__TASK STATEMENT__:
Would you please retype, exactly, the lines of the listing below between the line with "import java.util.regex.Pattern;" and the line with "private static final Pattern IDS", inclusive?

__RECORDS SHOWN__:
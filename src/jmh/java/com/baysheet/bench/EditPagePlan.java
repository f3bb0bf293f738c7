package com.baysheet.bench;

import java.io.IOException;
import java.util.ArrayList;
import java.util.LinkedHashMap;
import java.util.List;
import java.util.Map;
import java.util.regex.Matcher;
import java.util.regex.Pattern;

/**
 * The varied plan of {@code FramingBenchmark.varied} entered through the JSON API (plain JDK: this side of the
 * benchmark has no project classes, so the plan's rules are written out again here and must follow that method):
 * 24 × 24 bays on unequal spacings (28 to 35 ft along x, 24 to 29 ft along y), a retail ground floor, a parking
 * level, office floors with light storage where (col + row + level) is a multiple of 11, an office corridor on row
 * 12, dead loads 55, 60 or 65 psf by column (25 psf at the roof), two infill beams a bay spanning X and Y in a
 * checkerboard, a 6 ft south cantilever on every floor's first row, a 2 × 2-bay opening through every floor and a
 * roof sloped 1/2 in/ft. Bays that get the same are sent as one assignment, which is as few as the API allows.
 */
final class EditPagePlan {
    static final int BAYS = 24;
    private static final Pattern VERSION = Pattern.compile("\"version\" ?: ?(\\d+)");
    private static final Pattern ID = Pattern.compile("\"id\" ?: ?(\\d+)");
    private static final Pattern IDS = Pattern.compile("\"ids\" ?: ?\\[([^\\]]*)]");
    private static final Pattern LEVEL = Pattern.compile("\"id\"\\s*:\\s*(\\d+)\\s*,\\s*\"name\"\\s*:\\s*\"([^\"]+)\"");
    private static final String PROJECT = "{\"jobNumber\": \"EDIT-PAGE\", \"name\": \"Varied plan\", \"units\": \"US\"}";

    /** A project as entered: its id and version, its levels' ids from the lowest, the grid lines' ids, the requests sent. */
    record Entered(long project, long version, List<Long> levels, List<Integer> xLines, List<Integer> yLines, int requests) {}

    private final OfficeLoadSession s;
    private long project, version;
    private int requests;

    private EditPagePlan(OfficeLoadSession s) {
        this.s = s;
    }

    /**
     * Enters the plan: with {@code import} as one model file ({@code POST /api/projects/import}, one request); with
     * {@code bays} as the bay editor's user would, level by level, one assignment per group of bays that get the same.
     */
    static Entered enter(OfficeLoadSession s, int levels, String how) throws IOException, InterruptedException {
        EditPagePlan p = new EditPagePlan(s);
        if (how.equals("import")) p.importFile(levels);
        else if (how.equals("bays")) p.assignBays(levels);
        else throw new IllegalArgumentException("--enter " + how + ": give import or bays");
        return p.entered(levels);
    }

    private void importFile(int levels) throws IOException, InterruptedException {
        List<String> ls = new ArrayList<>();
        for (int k = 1; k <= levels; k++) {
            List<String> bays = new ArrayList<>();
            for (Map.Entry<String, List<String>> g : assignments(k, levels).entrySet())
                bays.add("{\"cells\": [" + String.join(", ", g.getValue()) + "], " + g.getKey() + "}");
            ls.add(level(k, levels) + ", \"bays\": [" + String.join(", ", bays) + "], \"lineLoads\": []}");
        }
        String file = "{\"format\": 1, \"project\": " + PROJECT + ", \"grid\": {\"x\": " + axis("", 28, 7) + ", \"y\": "
                + axis("Y", 24, 5) + "}, \"levels\": [" + String.join(", ", ls) + "]}";
        long t0 = System.nanoTime();
        project = Long.parseLong(first(ID, send("POST", "/api/projects/import", "{\"model\": " + file + "}", 201)));
        System.out.printf("imported: %,d characters in %.1f s%n", file.length(), (System.nanoTime() - t0) / 1e9);
    }

    private void assignBays(int levels) throws IOException, InterruptedException {
        project = Long.parseLong(first(ID, send("POST", "/api/projects", PROJECT, 201)));
        String base = "/api/projects/" + project;
        send("PUT", base + "/grid", "{\"version\": " + version + ", \"x\": " + axis("", 28, 7) + ", \"y\": " + axis("Y", 24, 5) + "}", 200);
        List<Long> ids = new ArrayList<>();
        for (int k = 1; k <= levels; k++) {
            String l = send("POST", base + "/levels", "{\"version\": " + version + ", " + level(k, levels).substring(1) + "}", 201);
            ids.add(Long.parseLong(first(ID, l.substring(l.indexOf("saved")))));
        }
        for (int k = 1; k <= levels; k++) {
            long t0 = System.nanoTime(), slowest = 0;
            Map<String, List<String>> groups = assignments(k, levels);
            for (Map.Entry<String, List<String>> g : groups.entrySet()) {
                long a = System.nanoTime();
                send("POST", base + "/levels/" + ids.get(k - 1) + "/bays", "{\"version\": " + version + ", \"cells\": ["
                        + String.join(", ", g.getValue()) + "], " + g.getKey() + "}", 200);
                slowest = Math.max(slowest, System.nanoTime() - a);
            }
            System.out.printf("level %d: %d assignments in %.1f s, the slowest %.0f ms%n", k, groups.size(),
                    (System.nanoTime() - t0) / 1e9, slowest / 1e6);
        }
    }

    /** The project as entered, read back: its version, its levels' ids from the lowest and its grid lines' ids. */
    private Entered entered(int levels) throws IOException, InterruptedException {
        String base = "/api/projects/" + project;
        String shown = send("GET", base, null, 200);
        version = Long.parseLong(first(VERSION, shown.substring(shown.indexOf("\"project\""))));
        Matcher m = IDS.matcher(shown);
        List<Integer> x = m.find() ? numbers(m.group(1)) : List.of(), y = m.find() ? numbers(m.group(1)) : List.of();
        if (x.size() != BAYS + 1 || y.size() != BAYS + 1) throw new IllegalStateException("grid ids not read from " + shown);
        Map<String, Long> byName = new LinkedHashMap<>();
        Matcher l = LEVEL.matcher(send("GET", base + "/levels", null, 200));
        while (l.find()) byName.put(l.group(2), Long.parseLong(l.group(1)));
        List<Long> ids = new ArrayList<>();
        for (int k = 1; k <= levels; k++) ids.add(byName.get(k == levels ? "R" : "F" + k));
        if (ids.contains(null)) throw new IllegalStateException("levels not all read back: " + byName);
        return new Entered(project, version, ids, x, y, requests);
    }

    /** Level {@code k} (1 the lowest) as the level fields of a model file or a new level, 13 ft a storey. */
    private static String level(int k, int levels) {
        boolean roof = k == levels;
        return "{\"name\": \"" + (roof ? "R" : "F" + k) + "\", \"elevation\": " + 13 * k
                + (roof ? ", \"roof\": true, \"roofSlope\": 0.5" : ", \"roof\": false");
    }

    /** The cells of level {@code k} (1 the lowest) grouped by what they get, each group's fields as JSON. */
    static Map<String, List<String>> assignments(int k, int levels) {
        Map<String, List<String>> groups = new LinkedHashMap<>();
        for (int c = 0; c < BAYS; c++)
            for (int r = 0; r < BAYS; r++) groups.computeIfAbsent(fields(k, levels, c, r, 0), w -> new ArrayList<>()).add("[" + c + ", " + r + "]");
        return groups;
    }

    /** What the bay at (col, row) of level {@code k} gets, as the fields of an assignment, its dead load raised by {@code extraDead} psf. */
    static String fields(int k, int levels, int c, int r, int extraDead) {
        boolean roof = k == levels, parking = k == 2, ground = k == 1;
        if (!roof && c >= 10 && c <= 11 && r >= 10 && r <= 11) return "\"opening\": true";
        String use = roof ? "roof-ordinary" : parking ? "garage-passenger" : ground ? "retail-first"
                : r == 12 ? "office-corridor" : (c + r + k) % 11 == 0 ? "storage-light" : "office";
        return "\"occupancy\": \"" + use + "\", \"deadLoad\": " + ((roof ? 25 : 55 + (c % 3) * 5) + extraDead) + ", \"beams\": \""
                + ((c + r) % 2 == 0 ? "X" : "Y") + "\", \"infillBeams\": 2" + (r == 0 && !roof ? ", \"cantilevers\": {\"south\": 6}" : "");
    }

    /** 25 lines named {@code prefix}1, 2, ... spaced {@code base} ft plus up to {@code spread} ft, as the framing benchmark's. */
    private static String axis(String prefix, int base, int spread) {
        List<String> names = new ArrayList<>(), spacings = new ArrayList<>();
        for (int i = 0; i <= BAYS; i++) names.add("\"" + prefix + (i + 1) + "\"");
        for (int i = 0; i < BAYS; i++) spacings.add(String.valueOf(base + i * 5 % (spread + 1)));
        return "{\"names\": [" + String.join(", ", names) + "], \"spacings\": [" + String.join(", ", spacings) + "]}";
    }

    /** Sends one request, expecting {@code status}; a change's answer gives the project's next version. */
    private String send(String method, String path, String body, int status) throws IOException, InterruptedException {
        requests++;
        var r = body == null ? s.get(path) : s.json(method, path, body);
        String answer = r.body();
        if (r.statusCode() != status) throw new IllegalStateException(method + " " + path + " answered " + r.statusCode()
                + ", expected " + status + ": " + answer.substring(0, Math.min(500, answer.length())));
        if (body != null) version = Long.parseLong(first(VERSION, answer));
        return answer;
    }

    static String first(Pattern p, String text) {
        Matcher m = p.matcher(text);
        if (!m.find()) throw new IllegalStateException("no " + p + " in " + text.substring(0, Math.min(300, text.length())));
        return m.group(1);
    }

    private static List<Integer> numbers(String list) {
        List<Integer> out = new ArrayList<>();
        for (String n : list.split(",")) out.add(Integer.parseInt(n.strip()));
        return out;
    }
}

__TASK SOLUTION__:
import java.util.regex.Pattern;

/**
 * The varied plan of {@code FramingBenchmark.varied} entered through the JSON API (plain JDK: this side of the
 * benchmark has no project classes, so the plan's rules are written out again here and must follow that method):
 * 24 × 24 bays on unequal spacings (28 to 35 ft along x, 24 to 29 ft along y), a retail ground floor, a parking
 * level, office floors with light storage where (col + row + level) is a multiple of 11, an office corridor on row
 * 12, dead loads 55, 60 or 65 psf by column (25 psf at the roof), two infill beams a bay spanning X and Y in a
 * checkerboard, a 6 ft south cantilever on every floor's first row, a 2 × 2-bay opening through every floor and a
 * roof sloped 1/2 in/ft. Bays that get the same are sent as one assignment, which is as few as the API allows.
 */
final class EditPagePlan {
    static final int BAYS = 24;
    private static final Pattern VERSION = Pattern.compile("\"version\" ?: ?(\\d+)");
    private static final Pattern ID = Pattern.compile("\"id\" ?: ?(\\d+)");
    private static final Pattern IDS = Pattern.compile("\"ids\" ?: ?\\[([^\\]]*)]");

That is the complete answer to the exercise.